Accepting this role without argument or critique also reinforces political inequity, assuring the powers that be that women can be satiated with political table scraps. If raising children is “reward enough,” there’s no need for paid parental leave or subsidized child care. “Fulfillment” becomes a stand in for structural support, parental joy for actual change.

I very much agree with this idea, but I also think that at this point, the arguments of whether we should identify as moms first or whether we want to work shouldn't even register as Women's Issues 101 talking points. Dwelling on this allows everyone to settle on a fight that has very little consequence in the broader scheme of things, and allows everyone to ignore the actual issues that mothers -- especially mothers of color -- have to deal with.

Make no mistake: I fully and proudly identify myself as a feminist. But motherhood is an area in which it's clear to me that even modern feminism still devastatingly shuts out and ignores women of color. I'm working with the broad assumption that many of us moms of color eventually come to understand that the "mommy wars" and the "I Choose My Choice!" arguments and the idea that any person -- woman or not -- could "have it all" are, at best, a white thing, and at worst, an argument designed to make all moms continually second-guess the things they do for their families by giving them the illusion of choice and free will. This "raising children is reward enough" bullshit largely doesn't even apply to women whose husbands don't make a certain amount of money -- Mitt Romney has said himself, "Even if you have a child two years of age, you need to go to work." (He did go on to say "It's better to have a parent at home," though, in case you were confused about his support of working moms.)

Personally speaking, the idea that a mom could even choose not to work outside of the home wasn't even something I knew existed until well into elementary school. I didn't even realize moms were "supposed" to do the housework until well into elementary school. Both of my parents needed to work to put the roof over our heads and the food on our table, and they also needed to share the housework and child-rearing to make that possible. And until I could be home alone by myself, they also shared that load with other people -- my aunts, my grandmother, and other parents. The idea that moms (or dads) could realistically have a choice, that there would even be a need for a woman to take pride in her role as a mother, literally didn't even register as an issue to me until I became a mom myself and realized people were silently judging me for things I couldn't really control.
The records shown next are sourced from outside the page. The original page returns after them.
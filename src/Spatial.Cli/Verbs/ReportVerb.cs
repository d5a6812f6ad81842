using System.CommandLine;
using Spatial.Core.IO;
using Spatial.Output;
using Spatial.Output.Report;

namespace Spatial.Cli.Verbs;

/// <summary><c>spatial report RESULTS_DIR [--out report.html] [--title TEXT] [--coast FILE] [--figures DIR]</c>.</summary>
internal static class ReportVerb
{
    public static Command Create(CliEnv env)
    {
        var results = new Argument<string>("results") { Description = "Results folder written by import, fit, covariates and regress." };
        var output = new Option<string?>("--out") { Description = "The HTML file to write (default: RESULTS/report.html)." };
        var title = new Option<string?>("--title") { Description = "Title of the report (default: from the folder name)." };
        var coast = new Option<string?>("--coast") { Description = "Coastline GeoJSON (WGS 84) for the maps instead of the one in the results folder." };
        var figures = new Option<string?>("--figures") { Description = "Also write every map (SVG, PNG) and plot (PNG, SVG) of the report into this folder (e.g. RESULTS/figures)." };
        var cmd = new Command("report", "Write one self-contained HTML report (no network access needed) of a results folder, for screen and print.");
        cmd.Arguments.Add(results);
        cmd.Options.Add(output);
        cmd.Options.Add(title);
        cmd.Options.Add(coast);
        cmd.Options.Add(figures);
        cmd.SetAction(parseResult =>
        {
            var dir = parseResult.GetValue(results)!;
            var outPath = parseResult.GetValue(output) ?? Path.Combine(dir, ResultLayout.Report);
            var coastPath = parseResult.GetValue(coast);
            if (coastPath is not null && !File.Exists(coastPath))
            {
                throw new Core.SpatialDataException(coastPath, 0, "the coastline file does not exist", "give a GeoJSON file of coastline lines or land polygons");
            }

            var json = parseResult.GetValue(CliApp.Json);
            var folder = ResultsFolder.Open(dir);
            var result = CliOutput.WithProgress(env, json, "report", _ => ReportBuilder.Write(folder, outPath, new ReportOptions(parseResult.GetValue(title), CoastPath: coastPath, FiguresDir: parseResult.GetValue(figures))));
            var inputs = ExportVerb.ReadInputs(dir, coastPath).Append(Path.Combine(dir, ResultLayout.Manifest)).ToArray();
            RunManifest.Record(dir, "report", inputs, new Dictionary<string, string?>
            {
                ["out"] = outPath,
                ["title"] = parseResult.GetValue(title),
                ["coast"] = coastPath,
                ["figures"] = parseResult.GetValue(figures),
            });
            if (json)
            {
                CliOutput.WriteJson(env, new ReportSummary(outPath, result.SectionIds, result.Figures, result.Notes, result.FigureFiles));
            }
            else
            {
                env.Out.WriteLine($"wrote {outPath} ({result.Figures} figures, {result.SectionIds.Count} sections)");
                foreach (var note in result.Notes)
                {
                    env.Err.WriteLine($"note: {note}");
                }
            }

            return ExitCodes.Done;
        });
        return cmd;
    }

    private sealed record ReportSummary(string Out, IReadOnlyList<string> Sections, int Figures, IReadOnlyList<string> Notes, IReadOnlyList<string> FigureFiles);
}
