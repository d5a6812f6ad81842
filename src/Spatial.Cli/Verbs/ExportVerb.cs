using System.CommandLine;
using Spatial.Core.IO;
using Spatial.Output;

namespace Spatial.Cli.Verbs;

/// <summary><c>spatial export RESULTS_DIR [--out DIR] [--format geojson,gpkg,csv] [--precision 6] [--coast FILE]</c>.</summary>
internal static class ExportVerb
{
    public static Command Create(CliEnv env)
    {
        var results = new Argument<string>("results") { Description = "Results folder written by import, fit, covariates and regress." };
        var output = new Option<string?>("--out") { Description = "Folder for the layers (default: RESULTS/layers)." };
        var format = new Option<string>("--format") { Description = "Comma-separated formats: geojson, gpkg, csv (default: all three).", DefaultValueFactory = _ => "geojson,gpkg,csv" };
        var precision = new Option<int>("--precision") { Description = "Decimals of GeoJSON coordinates, 0–15 (default 6, about 0.1 m).", DefaultValueFactory = _ => 6 };
        var coast = new Option<string?>("--coast") { Description = "Coastline GeoJSON (WGS 84) to export instead of the one in the results folder." };
        var cmd = new Command("export", "Export results as GIS layers: stations, seasons, coastline and surface footprints as GeoJSON (RFC 7946), one GeoPackage and CSV.");
        cmd.Arguments.Add(results);
        cmd.Options.Add(output);
        cmd.Options.Add(format);
        cmd.Options.Add(precision);
        cmd.Options.Add(coast);
        cmd.SetAction(parseResult =>
        {
            var dir = parseResult.GetValue(results)!;
            var outDir = parseResult.GetValue(output) ?? Path.Combine(dir, ResultLayout.LayersFolder);
            var formats = ParseFormats(parseResult.GetValue(format) ?? string.Empty);
            var digits = parseResult.GetValue(precision);
            if (digits is < 0 or > 15)
            {
                throw new UsageException($"--precision must be 0–15 decimals; got {digits}.");
            }

            var coastPath = parseResult.GetValue(coast);
            if (coastPath is not null && !File.Exists(coastPath))
            {
                throw new Core.SpatialDataException(coastPath, 0, "the coastline file does not exist", "give a GeoJSON file of coastline lines or land polygons");
            }

            var json = parseResult.GetValue(CliApp.Json);
            var folder = ResultsFolder.Open(dir);
            var result = CliOutput.WithProgress(env, json, "export", _ => LayerExport.Write(folder, new ExportOptions(outDir, formats, digits, coastPath)));
            RunManifest.Record(dir, "export", ReadInputs(dir, coastPath), new Dictionary<string, string?>
            {
                ["out"] = outDir,
                ["format"] = parseResult.GetValue(format),
                ["precision"] = digits.ToString(System.Globalization.CultureInfo.InvariantCulture),
                ["coast"] = coastPath,
            });
            if (json)
            {
                CliOutput.WriteJson(env, new ExportSummary(outDir, result.Files, result.FeatureCounts, result.Notes));
            }
            else
            {
                foreach (var (layer, count) in result.FeatureCounts)
                {
                    env.Out.WriteLine($"{layer}: {count} features");
                }

                env.Out.WriteLine($"wrote {result.Files.Count} files to {outDir}");
                foreach (var note in result.Notes)
                {
                    env.Err.WriteLine($"note: {note}");
                }
            }

            return ExitCodes.Done;
        });
        return cmd;
    }

    /// <summary>Parses "geojson,gpkg,csv" (any order, "all" for every format).</summary>
    internal static LayerFormats ParseFormats(string text)
    {
        var formats = LayerFormats.None;
        foreach (var part in text.Split(',', StringSplitOptions.RemoveEmptyEntries | StringSplitOptions.TrimEntries))
        {
            formats |= part.ToUpperInvariant() switch
            {
                "GEOJSON" => LayerFormats.GeoJson,
                "GPKG" or "GEOPACKAGE" => LayerFormats.GeoPackage,
                "CSV" => LayerFormats.Csv,
                "ALL" => LayerFormats.All,
                _ => throw new UsageException($"--format: unknown format '{part}'; use geojson, gpkg and/or csv, separated by commas."),
            };
        }

        return formats == LayerFormats.None ? throw new UsageException("--format: give at least one of geojson, gpkg, csv.") : formats;
    }

    internal static IEnumerable<string> ReadInputs(string dir, string? extra)
    {
        var names = new[]
        {
            ResultLayout.StationList, ResultLayout.Stations, ResultLayout.Covariates, ResultLayout.Seasons, ResultLayout.Basis,
            ResultLayout.Interpretation, ResultLayout.QualityJson,
            Path.Combine(ResultLayout.RegressionFolder, "regression.json"), Path.Combine(ResultLayout.RegressionFolder, "fitted.csv"), Path.Combine(ResultLayout.RegressionFolder, "local.csv"),
            "coastline.geojson",
        };
        foreach (var n in names)
        {
            yield return Path.Combine(dir, n);
        }

        if (extra is not null)
        {
            yield return extra;
        }
    }

    private sealed record ExportSummary(string Out, IReadOnlyList<string> Files, IReadOnlyDictionary<string, int> FeatureCounts, IReadOnlyList<string> Notes);
}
Another thing to note: I'm also writing from the perspective of a mom who has already survived the baby period once over and have come to realize that the individual choices I made for my baby mattered less than the support I got from my family, my friends, my workplace, and the rest of my community. I worked full-time outside of the home with my first baby, and now work full-time in the home with my second baby, and see very little difference having to do with whether or not my child is being watched by me. (I'd argue that my younger one has much more anxiety around other people, likely because she spends so much time with me.) What matters more than whether or not I'm home, is having the means to provide nutritious food for my kids, having the means to provide them with a stable environment, and surrounding them with people who truly care about their well-being. This is work that I absolutely cannot do all on my own.

I'm only one mother of color so I know I can only speak for myself here, but the mom experience runs the gamut. Many of us work because we can't afford not to, full stop. We aren't choosing between "raising our kids" (as if, by working, we are not actually raising our kids) and some high-paying, high-powered career that we selfishly enjoy. We are choosing between paying the rent and being homeless. There are also some of us who don't work, and most often we aren't choosing "raising our kids" over sending them to some barbaric daycare. We are choosing temporary financial dependence and completely reliable child care versus income that's completely canceled out by a child care that may still require us to take unpaid leave and get paid even less (day care centers often don't take sick children, and the people who work there deserve days off too!).

I understand Valenti's point here, but as a woman of color, I think she's actually making a great argument as to why women of color should proudly and loudly identify has mothers. Why?

We are mothers before we are worker bees!

If Romney thinks we need to work, then make it easier for us to do that. This is the reason why we need paid sick leave, extended parental leave, and a way to pay our childcare workers a livable wage. It's the reason why we should have access to affordable health care outside of employer-sponsored insurance. It's the reason why we need our children's fathers to be able to share the load without fearing they might miss out on promotions or lose their jobs. It's the reason why our workplace policies and office culture need to be dramatically shifted to allow for more part-time work, flexible work schedules, and telecommuting. It's the reason why we need an infrastructure that can support us at work or at home -- because we are mothers first, and when you support us in caring for our children, you support us in caring for ourselves and our community.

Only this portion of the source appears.